# THE GEM



## rrh122965 (Sep 4, 2011)

I have a half gallon jar that is embossed with THE GEM in one straight line There is no other markings on the jar. No Lid. I cannot find one listed in the Red Book that has no embossing on the base. Any ideas?


----------



## Picklejar (Sep 5, 2011)

Hello welcome to the forum. Do you know how to post pictures? That would be most helpful in identifying this jar you.

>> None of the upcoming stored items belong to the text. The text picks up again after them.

// Chronodrome, GPL-3.0-or-later.
#include "protocol/protocol.h"

#include <array>

#include "base/number_text.h"

namespace chronodrome::protocol {
namespace {

struct NamedKind {
  EventKind kind;
  const char* name;
};

constexpr std::array<NamedKind, 9> kKinds = {{{EventKind::addition, "addition"},
                                              {EventKind::vehicle, "vehicle"},
                                              {EventKind::antagonist, "antagonist"},
                                              {EventKind::washout, "washout"},
                                              {EventKind::pacing_start, "pacing_start"},
                                              {EventKind::pacing_stop, "pacing_stop"},
                                              {EventKind::exclude_start, "exclude_start"},
                                              {EventKind::exclude_stop, "exclude_stop"},
                                              {EventKind::note, "note"}}};

} // namespace

std::string name_of(EventKind kind) {
  for (const auto& known : kKinds) {
    if (known.kind == kind) return known.name;
  }
  return "";
}

std::optional<EventKind> event_named(const std::string& name) {
  for (const auto& known : kKinds) {
    if (name == known.name) return known.kind;
  }
  return std::nullopt;
}

std::string event_names() {
  std::string names;
  for (const auto& known : kKinds)
    names += (names.empty() ? "" : ", ") + std::string(known.name);
  return names;
}

std::string agent_key(const std::string& agent) {
  std::string key;
  for (const char c : lower_case(trimmed(agent))) {
    const bool blank = c == ' ' || c == '\t';
    if (!blank) {
      key += c;
    } else if (key.back() != ' ') {
      key += ' ';
    }
  }
  return key;
}

} // namespace chronodrome::protocol
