// Chronodrome, GPL-3.0-or-later.
#include <catch2/catch.hpp>
#include <filesystem>
#include <fstream>
#include <iterator>

#include "results/output_folder.h"

namespace fs = std::filesystem;
using namespace chronodrome;

namespace {

struct Folder {
  fs::path path = fs::path(CHRONODROME_BUILD_DIR) / "test-output-folder";
  Folder() { fs::remove_all(path); }
  ~Folder() { fs::remove_all(path); }
};

std::string content_of(const fs::path& path) {
  std::ifstream file(path);
  return {std::istreambuf_iterator<char>(file), {}};
}

} // namespace

TEST_CASE("results are written, written over, and stale ones removed", "[results]") {
  const Folder folder;
  const std::string out = (folder.path / "gp").string();
  const std::vector<std::string> names = {"gp"};
  REQUIRE(results::check_output_folder(folder.path.string(), names).ok());
  const std::vector<results::OutputFile> first = {{"rhythm.csv", "a\n"}, {"mechanics.csv", "b\n"}};
  REQUIRE(results::write_output_folder(out, first).ok());
  REQUIRE(results::check_output_folder(folder.path.string(), names).ok());
  const std::vector<results::OutputFile> second = {{"rhythm.csv", "c\n"}};
  REQUIRE(results::write_output_folder(out, second).ok());
  CHECK(content_of(folder.path / "gp" / "rhythm.csv") == "c\n");
  CHECK_FALSE(fs::exists(folder.path / "gp" / "mechanics.csv"));
  CHECK(std::distance(fs::directory_iterator(out), fs::directory_iterator()) == 1);
}

TEST_CASE("a file that is not ours stops the work before it starts", "[results]") {
  const Folder folder;
  fs::create_directories(folder.path / "gp");
  const std::vector<std::string> names = {"gp"};
  const std::string strange = GENERATE("notes.txt", "gp/thesis.doc");
  std::ofstream(folder.path / strange) << "mine";
  const auto checked = results::check_output_folder(folder.path.string(), names);
  REQUIRE_FALSE(checked.ok());
  CHECK(checked.error().file == (folder.path / strange).string());
}

TEST_CASE("what a killed run of ours left is no obstacle", "[results]") {
  const Folder folder;
  fs::create_directories(folder.path / "gp");
  std::ofstream(folder.path / "gp" / "delays.csv.part") << "half";
  const std::vector<std::string> names = {"gp"};
  CHECK(results::check_output_folder(folder.path.string(), names).ok());
}

TEST_CASE("a place that cannot be written gives the system's reason", "[results]") {
  const auto written = results::write_whole_file("/proc/nothing/here.csv", "x");
  REQUIRE_FALSE(written.ok());
  CHECK(written.error().code == ErrorCode::cannot_write);
}
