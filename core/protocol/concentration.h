// Chronodrome, GPL-3.0-or-later.
#pragma once

#include <optional>
#include <string>

#include "base/quantity.h"

namespace chronodrome::protocol {

/// The concentration that `value` in `unit` is, or nothing for a unit that is not one of `M mM uM nM pM` (the
/// micro sign may be u, U+00B5 or U+03BC; letters count: "MM" and "um" are no units).
/// Accuracy: one division by an exact power of ten, so 100 nM is the same double as 1e-7 M.
std::optional<Molar> concentration_in(double value, const std::string& unit);

/// The units as a message lists them.
std::string concentration_units();

/// `1e-07 M`: as backgrounds are written.
std::string concentration_text(Molar concentration);

} // namespace chronodrome::protocol
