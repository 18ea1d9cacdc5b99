// Chronodrome, GPL-3.0-or-later.
#pragma once

#include <string>
#include <vector>

#include "protocol/protocol.h"

namespace chronodrome::protocol {

/// Which neighbouring additions are looked at: as the log states them, or only those whose concentration was
/// computed from what was pipetted.
enum class LadderPart { stated, computed };

/// Doubts about the concentrations of a cumulative series: a step of 1000 or more between neighbours (a slip
/// of the unit?), a fall without a washout, more than 1 mol/L. `events` in order of time; `as_written` the
/// same before concentrations were computed, so that no doubt is voiced twice (equal to `events` if none
/// were). Source: factor and rule are common practice.
std::vector<Warning> ladder_warnings(const std::vector<Event>& events, const std::vector<Event>& as_written,
                                     LadderPart part, const std::string& file);

} // namespace chronodrome::protocol
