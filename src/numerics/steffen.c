/* SPDX-License-Identifier: GPL-3.0-or-later
 *
 * steffen.c - monotone interpolation (Steffen 1990, A&A 239, 443) through GSL (see numerics.h).
 *
 * GSL needs three points; one and two are a constant and a straight line here. No accelerator is kept, so evaluation is a
 * bisection over read-only data. Can fail: points out of order or not finite, evaluation outside the points, memory.
 */
#include "luxgale/memory.h"
#include "luxgale/numerics.h"

#include <gsl/gsl_errno.h>
#include <gsl/gsl_interp.h>
#include <math.h>
#include <string.h>

enum { STEFFEN_MIN = 3 }; /* points below which GSL has no such interpolant */

struct lxg_steffen {
  size_t count;
  double *x;
  double *y;
  gsl_interp *interp; /* NULL below STEFFEN_MIN points */
};

static enum lxg_status check_points(const double x[], const double y[], size_t count,
                                    struct lxg_error *error) {
  if (count == 0) {
    return lxg_error_set(error, LXG_INPUT, "numerics-count", "0 points: an interpolant needs at least one");
  }
  for (size_t i = 0; i < count; i++) {
    if (!isfinite(x[i]) || !isfinite(y[i])) {
      return lxg_error_set(error, LXG_INPUT, "numerics-value",
                           "point %zu = (%.10g, %.10g): finite numbers only", i, x[i], y[i]);
    }
    if (i > 0 && !(x[i] > x[i - 1])) {
      return lxg_error_set(error, LXG_INPUT, "numerics-order",
                           "x[%zu] = %.17g after %.17g: strictly increasing", i, x[i], x[i - 1]);
    }
  }
  return LXG_OK;
}

enum lxg_status lxg_steffen_create(const double x[], const double y[], size_t count,
                                   struct lxg_steffen **steffen, struct lxg_error *error) {
  *steffen = NULL;
  const enum lxg_status status = check_points(x, y, count, error);
  if (status != LXG_OK) {
    return status;
  }
  struct lxg_steffen *const made = lxg_alloc(1, sizeof *made);
  if (made == NULL) {
    goto memory;
  }
  made->count = count;
  made->x = lxg_alloc(count, sizeof *made->x);
  made->y = lxg_alloc(count, sizeof *made->y);
  if (made->x == NULL || made->y == NULL) {
    goto memory;
  }
  memcpy(made->x, x, count * sizeof *x);
  memcpy(made->y, y, count * sizeof *y);
  if (count >= STEFFEN_MIN) {
    made->interp = gsl_interp_alloc(gsl_interp_steffen, count);
    if (made->interp == NULL || gsl_interp_init(made->interp, made->x, made->y, count) != GSL_SUCCESS) {
      goto memory;
    }
  }
  *steffen = made;
  return LXG_OK;
memory:
  lxg_steffen_destroy(made);
  return lxg_error_set(error, LXG_MEMORY, "memory", "no memory for an interpolant of %zu points", count);
}

enum lxg_status lxg_steffen_at(const struct lxg_steffen *steffen, double x, double *value, double *slope) {
  const double *const xs = steffen->x, *const ys = steffen->y;
  const size_t last = steffen->count - 1;
  if (!(x >= xs[0] && x <= xs[last])) {
    return LXG_DOMAIN;
  }
  double y = ys[0], dy = 0.0;
  if (steffen->interp != NULL) {
    if (gsl_interp_eval_e(steffen->interp, xs, ys, x, NULL, &y) != GSL_SUCCESS ||
        (slope != NULL && gsl_interp_eval_deriv_e(steffen->interp, xs, ys, x, NULL, &dy) != GSL_SUCCESS)) {
      return LXG_DOMAIN;
    }
  } else if (last == 1) {
    dy = (ys[1] - ys[0]) / (xs[1] - xs[0]);
    y = x == xs[1] ? ys[1] : ys[0] + dy * (x - xs[0]);
  }
  *value = y;
  if (slope != NULL) {
    *slope = dy;
  }
  return LXG_OK;
}

void lxg_steffen_destroy(struct lxg_steffen *steffen) {
  if (steffen == NULL) {
    return;
  }
  if (steffen->interp != NULL) {
    gsl_interp_free(steffen->interp);
  }
  lxg_free(steffen->x);
  lxg_free(steffen->y);
  lxg_free(steffen);
}
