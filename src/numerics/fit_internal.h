/* SPDX-License-Identifier: GPL-3.0-or-later
 *
 * fit_internal.h - what the minimisation and the profile interval of fit.h share: one minimisation over the
 * internal coordinates u with some of them held.
 */
#ifndef LUXGALE_NUMERICS_FIT_INTERNAL_H
#define LUXGALE_NUMERICS_FIT_INTERNAL_H

#include "luxgale/fit.h"

/* State of one fit; lives on the caller's stack, arrays are of LXG_FIT_PARAMETERS. */
struct lxg_fit_work {
  const struct lxg_fit_problem *problem;
  const struct lxg_fit_settings *settings;
  size_t rows;       /* residuals, padded with zeros up to the number of free coordinates (GSL needs that) */
  size_t free_count; /* coordinates that move */
  size_t free_index[LXG_FIT_PARAMETERS];
  double u[LXG_FIT_PARAMETERS]; /* all coordinates: held ones stay, free ones are where the minimisation is */
  double *above;                /* residuals at u + h, `rows` */
  double *below;                /* residuals at u - h, `rows` */
  enum lxg_status fatal;        /* a callback's failure that must end everything; LXG_OK so far */
  int iterations;
  int evaluations;
};

/* A held coordinate's index, or this. */
#define LXG_FIT_NONE ((size_t)-1)

/* Checks the problem and makes room. */
enum lxg_status lxg_fit_work_init(struct lxg_fit_work *work, const struct lxg_fit_problem *problem,
                                  const struct lxg_fit_settings *settings, struct lxg_error *error);
void lxg_fit_work_free(struct lxg_fit_work *work);

/* u of a parameter value and back, and dp/du. */
double lxg_fit_inner(const struct lxg_fit_parameter *parameter, double value);
double lxg_fit_outer(const struct lxg_fit_parameter *parameter, double u);
double lxg_fit_scale(const struct lxg_fit_parameter *parameter, double u);

/* chi^2 at work->u; infinity where the model has no answer. */
double lxg_fit_chi2(struct lxg_fit_work *work);

/* Minimises over all coordinates but `held` from work->u. chi2 is infinite if the model has no answer at the
 * start. `jacobian` (rows x free, row-major, may be NULL) and `residual` (rows, may be NULL) are those at the
 * end. */
enum lxg_status lxg_fit_minimise(struct lxg_fit_work *work, size_t held, double *chi2, bool *converged,
                                 double *jacobian, double *residual, struct lxg_error *error);

#endif
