/* SPDX-License-Identifier: GPL-3.0-or-later
 *
 * fit_minimise.c - one trust-region minimisation of chi^2 in internal coordinates (see fit.h), on GSL's
 * multifit_nlinear.
 *
 * A trial point without a model answer returns residuals so large that the step control refuses it and shortens
 * the step. Central differences fall back to one side at the edge of the model's domain. Can fail: memory, a
 * fatal callback.
 */
#include "luxgale/memory.h"
#include "numerics/fit_internal.h"

#include <gsl/gsl_errno.h>
#include <gsl/gsl_multifit_nlinear.h>
#include <math.h>
#include <string.h>

static const double residual_refused =
    1e10; /* in sigma: larger than any residual a step could be accepted with */

double lxg_fit_inner(const struct lxg_fit_parameter *parameter, double value) {
  switch (parameter->kind) {
  case LXG_FIT_POSITIVE:
    return log(value);
  case LXG_FIT_INTERVAL:
    return log((value - parameter->low) / (parameter->high - value));
  case LXG_FIT_FREE:
    break;
  }
  return value;
}

double lxg_fit_outer(const struct lxg_fit_parameter *parameter, double u) {
  switch (parameter->kind) {
  case LXG_FIT_POSITIVE:
    return exp(u);
  case LXG_FIT_INTERVAL:
    return parameter->low + (parameter->high - parameter->low) / (1.0 + exp(-u));
  case LXG_FIT_FREE:
    break;
  }
  return u;
}

double lxg_fit_scale(const struct lxg_fit_parameter *parameter, double u) {
  switch (parameter->kind) {
  case LXG_FIT_POSITIVE:
    return exp(u);
  case LXG_FIT_INTERVAL: {
    const double half = 0.5 / cosh(0.5 * u); /* e^-u/(1 + e^-u)^2 = 1/[4 cosh^2(u/2)] */
    return (parameter->high - parameter->low) * half * half;
  }
  case LXG_FIT_FREE:
    break;
  }
  return 1.0;
}

static bool no_answer(enum lxg_status status) {
  return status == LXG_DOMAIN || status == LXG_NO_SOLUTION || status == LXG_NOT_CONVERGED;
}

static void outer_all(const struct lxg_fit_work *work, double *parameter) {
  for (size_t j = 0; j < work->problem->parameters; j++) {
    parameter[j] = lxg_fit_outer(&work->problem->parameter[j], work->u[j]);
  }
}

/* Residuals at work->u; false if there is no model answer (or a fatal failure, noted in the work). */
static bool evaluate(struct lxg_fit_work *work, double *residual) {
  double parameter[LXG_FIT_PARAMETERS];
  outer_all(work, parameter);
  memset(residual, 0, work->rows * sizeof *residual);
  work->evaluations++;
  const enum lxg_status status = work->problem->residual(work->problem->context, parameter, residual);
  if (status != LXG_OK) {
    if (!no_answer(status)) {
      work->fatal = status;
    }
    return false;
  }
  for (size_t i = 0; i < work->problem->residuals; i++) {
    if (!isfinite(residual[i])) {
      return false;
    }
  }
  return true;
}

static double sum_of_squares(const double *residual, size_t count) {
  double sum = 0.0;
  for (size_t i = 0; i < count; i++) {
    sum += residual[i] * residual[i];
  }
  return sum;
}

double lxg_fit_chi2(struct lxg_fit_work *work) {
  return evaluate(work, work->above) ? sum_of_squares(work->above, work->problem->residuals) : INFINITY;
}

static void set_free(struct lxg_fit_work *work, const gsl_vector *x) {
  for (size_t k = 0; k < work->free_count; k++) {
    work->u[work->free_index[k]] = gsl_vector_get(x, k);
  }
}

static int gsl_residual(const gsl_vector *x, void *params, gsl_vector *f) {
  struct lxg_fit_work *work = params;
  set_free(work, x);
  const bool known = evaluate(work, work->above);
  if (work->fatal != LXG_OK) {
    return GSL_EFAILED;
  }
  for (size_t i = 0; i < work->rows; i++) {
    gsl_vector_set(f, i, known ? work->above[i] : residual_refused);
  }
  return GSL_SUCCESS;
}

/* One column by differences about u_j: central, or one-sided against the residuals `here` where one side has no
 * answer. */
static void difference_column(struct lxg_fit_work *work, size_t j, double *here, gsl_vector *column) {
  const double u = work->u[j];
  const double step = work->settings->difference * fmax(1.0, fabs(u));
  work->u[j] = u + step;
  const bool up = evaluate(work, work->above);
  work->u[j] = u - step;
  const bool down = evaluate(work, work->below);
  work->u[j] = u;
  const bool one_sided = up != down;
  const bool known = (up || down) && (!one_sided || evaluate(work, here));
  const double *const high = up ? work->above : here;
  const double *const low = down ? work->below : here;
  const double width = (one_sided ? 1.0 : 2.0) * step;
  for (size_t i = 0; i < work->rows; i++) {
    gsl_vector_set(column, i, known ? (high[i] - low[i]) / width : 0.0);
  }
}

static int jacobian_given(struct lxg_fit_work *work, double *buffer, gsl_matrix *jacobian) {
  const struct lxg_fit_problem *problem = work->problem;
  double parameter[LXG_FIT_PARAMETERS];
  outer_all(work, parameter);
  const enum lxg_status status = problem->jacobian(problem->context, parameter, buffer);
  if (status != LXG_OK) {
    work->fatal = status;
    return GSL_EFAILED;
  }
  gsl_matrix_set_zero(jacobian);
  for (size_t k = 0; k < work->free_count; k++) {
    const size_t j = work->free_index[k];
    const double scale = lxg_fit_scale(&problem->parameter[j], work->u[j]);
    for (size_t i = 0; i < problem->residuals; i++) {
      gsl_matrix_set(jacobian, i, k, buffer[i * problem->parameters + j] * scale);
    }
  }
  return GSL_SUCCESS;
}

static int gsl_jacobian(const gsl_vector *x, void *params, gsl_matrix *jacobian) {
  struct lxg_fit_work *work = params;
  set_free(work, x);
  const size_t width = work->problem->jacobian != NULL ? work->problem->parameters : 1;
  double *const buffer = lxg_alloc(work->rows * width, sizeof *buffer);
  if (buffer == NULL) {
    work->fatal = LXG_MEMORY;
    return GSL_ENOMEM;
  }
  int status = GSL_SUCCESS;
  if (work->problem->jacobian != NULL) {
    status = jacobian_given(work, buffer, jacobian);
  } else {
    for (size_t k = 0; k < work->free_count && work->fatal == LXG_OK; k++) {
      gsl_vector_view column = gsl_matrix_column(jacobian, k);
      difference_column(work, work->free_index[k], buffer, &column.vector);
    }
    status = work->fatal == LXG_OK ? GSL_SUCCESS : GSL_EFAILED;
  }
  lxg_free(buffer);
  return status;
}

/* The driver with its answer sorted into converged or not; the fatal ones are in the work. */
static bool drive(struct lxg_fit_work *work, gsl_multifit_nlinear_workspace *solver,
                  gsl_multifit_nlinear_fdf *fdf, const gsl_vector *start) {
  int info = 0;
  int status = gsl_multifit_nlinear_init(start, fdf, solver);
  if (status == GSL_SUCCESS) {
    const double tolerance = work->settings->tolerance;
    status = gsl_multifit_nlinear_driver((size_t)work->settings->iterations, tolerance, tolerance, 0.0, NULL,
                                         NULL, &info, solver);
    work->iterations += (int)gsl_multifit_nlinear_niter(solver);
  }
  return status == GSL_SUCCESS;
}

static void copy_out(const struct lxg_fit_work *work, gsl_multifit_nlinear_workspace *solver,
                     double *jacobian, double *residual) {
  const gsl_matrix *const j = gsl_multifit_nlinear_jac(solver);
  const gsl_vector *const f = gsl_multifit_nlinear_residual(solver);
  for (size_t i = 0; i < work->rows; i++) {
    for (size_t k = 0; jacobian != NULL && k < work->free_count; k++) {
      jacobian[i * work->free_count + k] = gsl_matrix_get(j, i, k);
    }
    if (residual != NULL) {
      residual[i] = gsl_vector_get(f, i);
    }
  }
}

static void choose_free(struct lxg_fit_work *work, size_t held) {
  work->free_count = 0;
  for (size_t j = 0; j < work->problem->parameters; j++) {
    if (j != held) {
      work->free_index[work->free_count++] = j;
    }
  }
}

enum lxg_status lxg_fit_minimise(struct lxg_fit_work *work, size_t held, double *chi2, bool *converged,
                                 double *jacobian, double *residual, struct lxg_error *error) {
  choose_free(work, held);
  *converged = true;
  *chi2 = lxg_fit_chi2(work);
  if (work->fatal == LXG_OK && isfinite(*chi2) && work->free_count > 0) {
    gsl_multifit_nlinear_parameters parameters = gsl_multifit_nlinear_default_parameters();
    parameters.solver = gsl_multifit_nlinear_solver_svd; /* stands a Jacobian without full rank */
    gsl_multifit_nlinear_workspace *const solver =
        gsl_multifit_nlinear_alloc(gsl_multifit_nlinear_trust, &parameters, work->rows, work->free_count);
    if (solver == NULL) {
      return lxg_error_set(error, LXG_MEMORY, "memory", "out of memory in the least-squares solver");
    }
    double start[LXG_FIT_PARAMETERS] = {0.0};
    for (size_t k = 0; k < work->free_count; k++) {
      start[k] = work->u[work->free_index[k]];
    }
    const gsl_vector_const_view view = gsl_vector_const_view_array(start, work->free_count);
    gsl_multifit_nlinear_fdf fdf = {
        .f = gsl_residual, .df = gsl_jacobian, .n = work->rows, .p = work->free_count, .params = work};
    *converged = drive(work, solver, &fdf, &view.vector);
    if (work->fatal == LXG_OK) {
      set_free(work, gsl_multifit_nlinear_position(solver));
      *chi2 = sum_of_squares(gsl_multifit_nlinear_residual(solver)->data, work->problem->residuals);
      copy_out(work, solver, jacobian, residual);
    }
    gsl_multifit_nlinear_free(solver);
  }
  return work->fatal == LXG_OK
             ? LXG_OK
             : lxg_error_set(error, work->fatal, "fit-callback", "the model behind the fit failed: %s",
                             lxg_strerror(work->fatal));
}
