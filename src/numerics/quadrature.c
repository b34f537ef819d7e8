/* SPDX-License-Identifier: GPL-3.0-or-later
 *
 * quadrature.c - composite Gauss-Legendre quadrature with GSL's nodes (see numerics.h).
 *
 * Fixed order, so the result is a smooth function of the integrand. Can fail: a value that is not finite, memory.
 */
#include "luxgale/numerics.h"

#include <gsl/gsl_errno.h>
#include <gsl/gsl_integration.h>
#include <math.h>

enum { GAUSS_POINTS = 16 }; /* exp over 4 e-folds to rounding */

enum lxg_status lxg_quadrature_gauss(lxg_numerics_function *function, const void *parameters, double low,
                                     double high, size_t panels, double *integral, struct lxg_error *error) {
  gsl_integration_glfixed_table *const table = gsl_integration_glfixed_table_alloc(GAUSS_POINTS);
  if (table == NULL) {
    return lxg_error_set(error, LXG_MEMORY, "memory", "no memory for a quadrature rule");
  }
  double sum = 0.0;
  for (size_t panel = 0; panel < panels; panel++) {
    const double from = low + (high - low) * ((double)panel / (double)panels);
    const double to = low + (high - low) * ((double)(panel + 1) / (double)panels);
    for (size_t i = 0; i < GAUSS_POINTS; i++) {
      double x = 0.0, weight = 0.0;
      (void)gsl_integration_glfixed_point(from, to, i, &x, &weight,
                                          table); /* fails only for i outside the rule */
      sum += weight * function(x, parameters);
    }
  }
  gsl_integration_glfixed_table_free(table);
  if (!isfinite(sum)) {
    return lxg_error_set(error, LXG_DOMAIN, "quadrature-value", "integrand over [%.10g, %.10g] is not finite",
                         low, high);
  }
  *integral = sum;
  return LXG_OK;
}
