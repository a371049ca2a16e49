import { execFileSync, spawn } from "node:child_process";
import { existsSync, readdirSync, writeFileSync } from "node:fs";
import { join } from "node:path";
import { setTimeout as wait } from "node:timers/promises";
import { fileURLToPath } from "node:url";
import { afterAll, beforeAll, describe, expect, it } from "vitest";
import { build } from "../cli/built.ts";
import { type Bench, bench, filesOf, PLAN, putBack, STAFF } from "./small.ts";

const MAIN = fileURLToPath(new URL("../../dist/cli/main.js", import.meta.url));
const KILLS = 50;
const LANES = 2;

interface Lane {
  readonly on: Bench;
  /** Whether the second run gives the figures as files too; the first does. */
  readonly figures: boolean;
  /** The folder with the first report, and as the second run leaves it. */
  readonly before: Readonly<Record<string, string>>;
  readonly after: Readonly<Record<string, string>>;
  /** How long the second run takes, ms, and how much of that lies behind the engine's last word. */
  readonly took: number;
  readonly writing: number;
}

/** The second run as a child; `done` settles when the engine has said its last word. */
function secondRun({ folder }: Bench, figures: boolean) {
  const options = ["--out", "report", "--threads", "1", ...(figures ? ["--figures"] : [])];
  const child = spawn(process.execPath, [MAIN, "report", "plan.yaml", ...options], {
    cwd: folder,
    stdio: ["ignore", "ignore", "pipe"],
  });
  const ended = new Promise<number | null>((resolve) => child.on("close", resolve));
  const done = new Promise<void>((resolve) => {
    child.stderr.on("data", (text) => String(text).includes("done") && resolve());
    child.on("close", () => resolve());
  });
  return { child, ended, done };
}

async function lane(figures: boolean): Promise<Lane> {
  const on = bench();
  const first = await on.run(PLAN, { figures: true });
  if (first.status !== 0) throw new Error(first.text);
  const before = filesOf(on.report);
  writeFileSync(join(on.folder, "plan.yaml"), PLAN + STAFF);
  const began = performance.now();
  const { ended, done } = secondRun(on, figures);
  await done;
  const engine = performance.now() - began;
  expect(await ended).toBe(0);
  const took = performance.now() - began;
  return { on, figures, before, after: filesOf(on.report), took, writing: took - engine };
}

/** Kills the second run at one moment; half of them while the report is written. */
async function interrupt(
  { on, figures, before, after, took, writing }: Lane,
  i: number,
): Promise<"before" | "after" | "between"> {
  putBack(on.report, before);
  const { child, ended, done } = secondRun(on, figures);
  const share = (i * 0.6180339887) % 1; // spread evenly, however many there are
  if (i % 2 === 0) await wait(share * took);
  else {
    await done;
    await wait(share * writing);
  }
  child.kill(i % 5 === 4 ? "SIGINT" : "SIGKILL");
  await ended;
  const found = filesOf(on.report);
  for (const [name, text] of Object.entries(found)) {
    expect([before[name], after[name]], `${name}, kill ${i}`).toContain(text);
  }
  if (Object.keys(before).every((name) => found[name] === before[name])) return "before";
  if (Object.keys({ ...found, ...after }).every((name) => found[name] === after[name])) return "after";
  // Between two renames, a fraction of a millisecond: report.json is the last, so the next run takes up from there.
  expect(found["report.json"]).toBe(before["report.json"]);
  expect(await secondRun(on, figures).ended).toBe(0);
  expect(filesOf(on.report)).toEqual(after);
  return "between";
}

describe("a run that is interrupted", () => {
  let lanes: Lane[];
  beforeAll(async () => {
    build();
    lanes = [];
    for (let i = 0; i < LANES; i++) lanes.push(await lane(i % 2 === 0));
  });
  afterAll(() => {
    for (const { on } of lanes) on.remove();
  });

  it(`leaves the earlier report as it was, or the new one whole: killed at ${KILLS} moments`, async () => {
    const ends = await Promise.all(
      lanes.map(async (own, l) => {
        const found: string[] = [];
        for (let i = l; i < KILLS; i += LANES) found.push(await interrupt(own, i));
        return found;
      }),
    );
    const all = ends.flat();
    expect(all).toHaveLength(KILLS);
    // most moments lie before the end
    expect(all.filter((end) => end === "before").length).toBeGreaterThan(KILLS / 2);
    // what killed runs left beside the folder goes with the next run
    for (const { on, figures, before, after } of lanes) {
      putBack(on.report, before);
      expect(await secondRun(on, figures).ended).toBe(0);
      expect(filesOf(on.report)).toEqual(after);
      expect(Object.keys(after).filter((name) => /^(figures|page-one|decision)/.test(name)).length > 0).toBe(figures);
      expect(readdirSync(on.folder).sort()).toEqual(["log.csv", "plan.yaml", "report"]);
    }
    // half a minute of two cores to itself; far longer where others work beside it
  }, 900_000);

  // A limit on the size of a file stands for a full disk: the write fails in the middle of the report.
  it("leaves the earlier report as it was when the disk is full, and says so", () => {
    const [own] = lanes;
    if (own === undefined || !existsSync("/bin/sh")) throw new Error("no shell to limit the size of files in");
    putBack(own.on.report, own.before);
    const command = `ulimit -f 40; exec "${process.execPath}" "${MAIN}" report plan.yaml --out report --threads 1`;
    let stderr = "";
    try {
      execFileSync("/bin/sh", ["-c", command], { cwd: own.on.folder, stdio: ["ignore", "ignore", "pipe"] });
    } catch (error) {
      stderr = String((error as { stderr?: Buffer }).stderr);
      expect((error as { status?: number }).status).toBe(2);
    }
    expect(stderr).toMatch(/cannot be written/);
    expect(filesOf(own.on.report)).toEqual(own.before);
    expect(readdirSync(own.on.folder).sort()).toEqual(["log.csv", "plan.yaml", "report"]);
  });
});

We likes pictures! --Joe


----------



## rrh122965 (Sep 5, 2011)

Picture


----------



## rrh122965 (Sep 5, 2011)

picture


----------



## rrh122965 (Sep 5, 2011)

Cannot figure out how to get picture big enough to see?


----------



## epackage (Sep 5, 2011)

e-mail me the full size pic's and I'll be happy to post them for you....Jim   epackage@msn.com


----------



## epackage (Sep 5, 2011)

...


----------



## epackage (Sep 5, 2011)

...


----------



## epackage (Sep 5, 2011)

...


----------



## coreya (Sep 5, 2011)

Nice find for sure, Found nothing on this one and a beautiful color to boot!!


----------



## Wheelah23 (Sep 5, 2011)

I remembered this from "Bottle Makers and their Marks"... Hope it helps...


----------



## epackage (Sep 5, 2011)

http://www.ebay.com/itm/Gem-Fruit-Canning-Jar-Half-Gallon-Aqua-Color-/330573178935?pt=LH_DefaultDomain_2&hash=item4cf7b26837


----------



## jarhunter (Sep 6, 2011)

Looks like redbook 1084-6. Books between 40-75 dollars depending if its aqua- cornflower blue- or ball blue.
 Thats with lid and band.


----------



## junkyard jack (Sep 7, 2011)

Good looking Canadian produced jar.


----------



## coreya (Sep 7, 2011)

Thats right on the mark Jarhunter, can't belive I missed it (time for some more eye work)


----------



## jarhunter (Sep 7, 2011)

> ORIGINAL:  coreya
> 
> Thats right on the mark Jarhunter, can't belive I missed it (time for some more eye work)


 Sometimes I get it right, I was just going by the dot that it looked like it had to what it had in the book. Warren


----------



## rrh122965 (Sep 8, 2011)

Thanks for all your comments. It is cornflower blue. The hunt is on for a lid!


----------